--- INFORMATION SHOWN ---

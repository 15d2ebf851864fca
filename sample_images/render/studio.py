"""A sitting from tablet to files: single photographs, the plate, record and truth."""

from __future__ import annotations

from dataclasses import replace
from pathlib import Path

import numpy as np

from sample_images.render.camera import Camera
from sample_images.render.fragments import Sitting
from sample_images.render.grid import Field, Grid, Mask, grid_over
from sample_images.render.light import Lamp
from sample_images.render.picture import Picture, develop, expose, illuminate, sha256_of, write_jpeg
from sample_images.render.plate import EdgeFace, edge_scene, paste
from sample_images.render.record import Photo, Shot, make_record, make_truth, write_json
from sample_images.render.scene import Ground, lay_out
from sample_images.render.tablet import Side, Tablet, make_tablet

EXPOSURE = 1.25
PLATE_SIZE = (4000, 5960)
PLATE_CENTRE = PLATE_SIZE[0] // 2
EDGES: tuple[EdgeFace, ...] = ("upper edge", "left edge", "right edge", "lower edge")
EDGE_PX = 500
"""Room on the plate for the thickness of the tablet."""


def tilted(sitting: Sitting, number: int) -> Camera:
    """Return the camera as it really stood: a little aslant, differently for each picture."""
    rng = np.random.default_rng([sitting.spec.seed, 41, number])
    tilt = rng.normal(0, sitting.tilt_sd_deg, 2).round(4)
    return replace(sitting.camera, tilt_deg=(float(tilt[0]), float(tilt[1])))


def shots_of(sitting: Sitting, tablet: Tablet) -> list[Shot]:
    """Return the inscribed faces on the photograph."""
    if not sitting.plate:
        return [Shot(tablet.obverse, tilted(sitting, 0), None)]
    width, height = sitting.camera.size
    left = PLATE_CENTRE - width // 2
    upper = EDGE_PX + 30
    return [
        Shot(tablet.obverse, tilted(sitting, 0), (left, upper, width, height)),
        Shot(tablet.reverse, tilted(sitting, 1), (left, upper + height + EDGE_PX, width, height)),
    ]


def grid_seen(camera: Camera, window: tuple[int, int, int, int], z: tuple[float, float]) -> Grid:
    """Return a lattice over all that a window of the picture shows between two heights."""
    slope_x, slope_y = camera.slopes(window)
    x0, y0, z0 = camera.pinhole
    places = [(x0 + slope_x * (level - z0), y0 + slope_y * (level - z0)) for level in z]
    x = np.concatenate([p[0].ravel()[[0, -1]] for p in places] + [p[0][:, [0, -1]].ravel() for p in places])
    y = np.concatenate([p[1].ravel()[[0, -1]] for p in places] + [p[1][[0, -1]].ravel() for p in places])
    margin = 1.0
    return grid_over(
        float(x.min()) - margin,
        float(y.min()) - margin,
        float(x.max()) + margin,
        float(y.max()) + margin,
        1 / camera.mm_per_px,
    )


def photograph_face(
    sitting: Sitting,
    tablet: Tablet,
    side: Side,
    camera: Camera,
    *,
    ground: Ground,
    window: tuple[int, int, int, int] | None = None,
) -> tuple[Field, Mask]:
    """Return the linear picture of one face, or of a window of it, and where a thing is seen."""
    seen = window or (0, 0, *camera.size)
    grid = grid_seen(camera, seen, (2.0, -side.body.thickness - 1.0))
    scene = lay_out(tablet, side, grid, ground, (sitting.bar,))
    return expose(scene, illuminate(scene, Lamp()), camera, seen)


def photograph(sitting: Sitting, tablet: Tablet) -> Picture:
    """Return the whole photograph of a sitting."""
    shots = shots_of(sitting, tablet)
    rng = np.random.default_rng([sitting.spec.seed, 51])
    if not sitting.plate:
        linear, _ = photograph_face(sitting, tablet, shots[0].side, shots[0].camera, ground=sitting.ground)
        return develop(linear, EXPOSURE, rng)
    plate = np.full((PLATE_SIZE[1], PLATE_SIZE[0], 3), 0.0012, np.float32)
    for shot in shots:
        linear, seen = photograph_face(sitting, tablet, shot.side, shot.camera, ground="none")
        left, upper, _, _ = shot.region or (0, 0, 0, 0)
        paste(plate, linear, seen, (left, upper))
    for face in EDGES:
        _add_edge(plate, sitting, tablet, face, shots[0])
    return develop(plate, EXPOSURE, rng, noise=0.7)


def _add_edge(plate: Field, sitting: Sitting, tablet: Tablet, face: EdgeFace, obverse: Shot) -> None:
    """Photograph an edge and put it beside the obverse."""
    scene = edge_scene(tablet, face, 1 / sitting.camera.mm_per_px)
    grid = scene.grid
    aim = (grid.left + grid.width / grid.px_per_mm / 2, grid.upper + grid.height / grid.px_per_mm / 2)
    size = (round(grid.width * 1.02), round(grid.height * 1.02))
    camera = Camera(size, sitting.camera.mm_per_px, sitting.camera.distance, 0.0, aim)
    linear, seen = expose(scene, illuminate(scene, Lamp()), camera, (0, 0, *size))
    rows, columns = np.flatnonzero(seen.any(axis=1)), np.flatnonzero(seen.any(axis=0))
    cut = slice(max(0, rows[0] - 4), rows[-1] + 4), slice(max(0, columns[0] - 4), columns[-1] + 4)
    # the ends of the upper and lower edge stand above and below their places on the obverse
    middle = obverse.camera.project(np.array([[aim[0], 0.0, 0.0]]))[0, 0]
    start = float(middle - size[0] / 2 + cut[1].start)
    paste(plate, linear[cut], seen[cut], _corner(face, seen[cut].shape, start, obverse))


def _corner(face: EdgeFace, shape: tuple[int, ...], start: float, obverse: Shot) -> tuple[int, int]:
    """Return an edge's left and upper corner on the plate; ``start`` is its left on the obverse's picture."""
    tall, wide = shape
    left, upper, _, height = obverse.region or (0, 0, 0, 0)
    around = obverse.camera.project(np.vstack([points for _, points in obverse.side.outline]))
    west, north, east, south = np.concatenate([around.min(axis=0), around.max(axis=0)]) + np.tile(
        [left, upper], 2
    )
    gap, broken = 90, 120
    place = {
        "upper edge": (left + start, north - gap - tall),
        "lower edge": (left + start, upper + height + 20),
        # the broken face reaches out below the outline
        "left edge": (west - gap - broken - wide, (north + south - tall) / 2),
        "right edge": (east + gap, (north + south - tall) / 2),
    }[face]
    return round(place[0]), round(place[1])


def make(sitting: Sitting, folder: Path, *, picture: bool = True) -> None:
    """Write photograph, record and truth of a sitting; without ``picture`` the photograph on disk is kept."""
    tablet = make_tablet(sitting.spec)
    shots = shots_of(sitting, tablet)
    path = folder / f"{sitting.spec.stem}.jpg"
    if picture:
        sha256 = write_jpeg(path, photograph(sitting, tablet), sitting.quality)
    else:
        sha256 = sha256_of(path)
    size = PLATE_SIZE if sitting.plate else sitting.camera.size
    record = make_record(sitting, tablet, shots, Photo(path.name, sha256, size))
    write_json(folder / f"{sitting.spec.stem}.fragment.json", record)
    write_json(folder / f"{sitting.spec.stem}.truth.json", make_truth(sitting, tablet, shots))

---

◆ **PROBLEM REQUIREMENTS**
Would you retype exactly the lines above, from the line with "def tilted(sitting: Sitting, number: int)" to the line with "slope_x, slope_y = camera.slopes(window)", with both end lines kept and nothing more?

◆ **TASK OUTPUT**
def tilted(sitting: Sitting, number: int) -> Camera:
    """Return the camera as it really stood: a little aslant, differently for each picture."""
    rng = np.random.default_rng([sitting.spec.seed, 41, number])
    tilt = rng.normal(0, sitting.tilt_sd_deg, 2).round(4)
    return replace(sitting.camera, tilt_deg=(float(tilt[0]), float(tilt[1])))


def shots_of(sitting: Sitting, tablet: Tablet) -> list[Shot]:
    """Return the inscribed faces on the photograph."""
    if not sitting.plate:
        return [Shot(tablet.obverse, tilted(sitting, 0), None)]
    width, height = sitting.camera.size
    left = PLATE_CENTRE - width // 2
    upper = EDGE_PX + 30
    return [
        Shot(tablet.obverse, tilted(sitting, 0), (left, upper, width, height)),
        Shot(tablet.reverse, tilted(sitting, 1), (left, upper + height + EDGE_PX, width, height)),
    ]


def grid_seen(camera: Camera, window: tuple[int, int, int, int], z: tuple[float, float]) -> Grid:
    """Return a lattice over all that a window of the picture shows between two heights."""
    slope_x, slope_y = camera.slopes(window)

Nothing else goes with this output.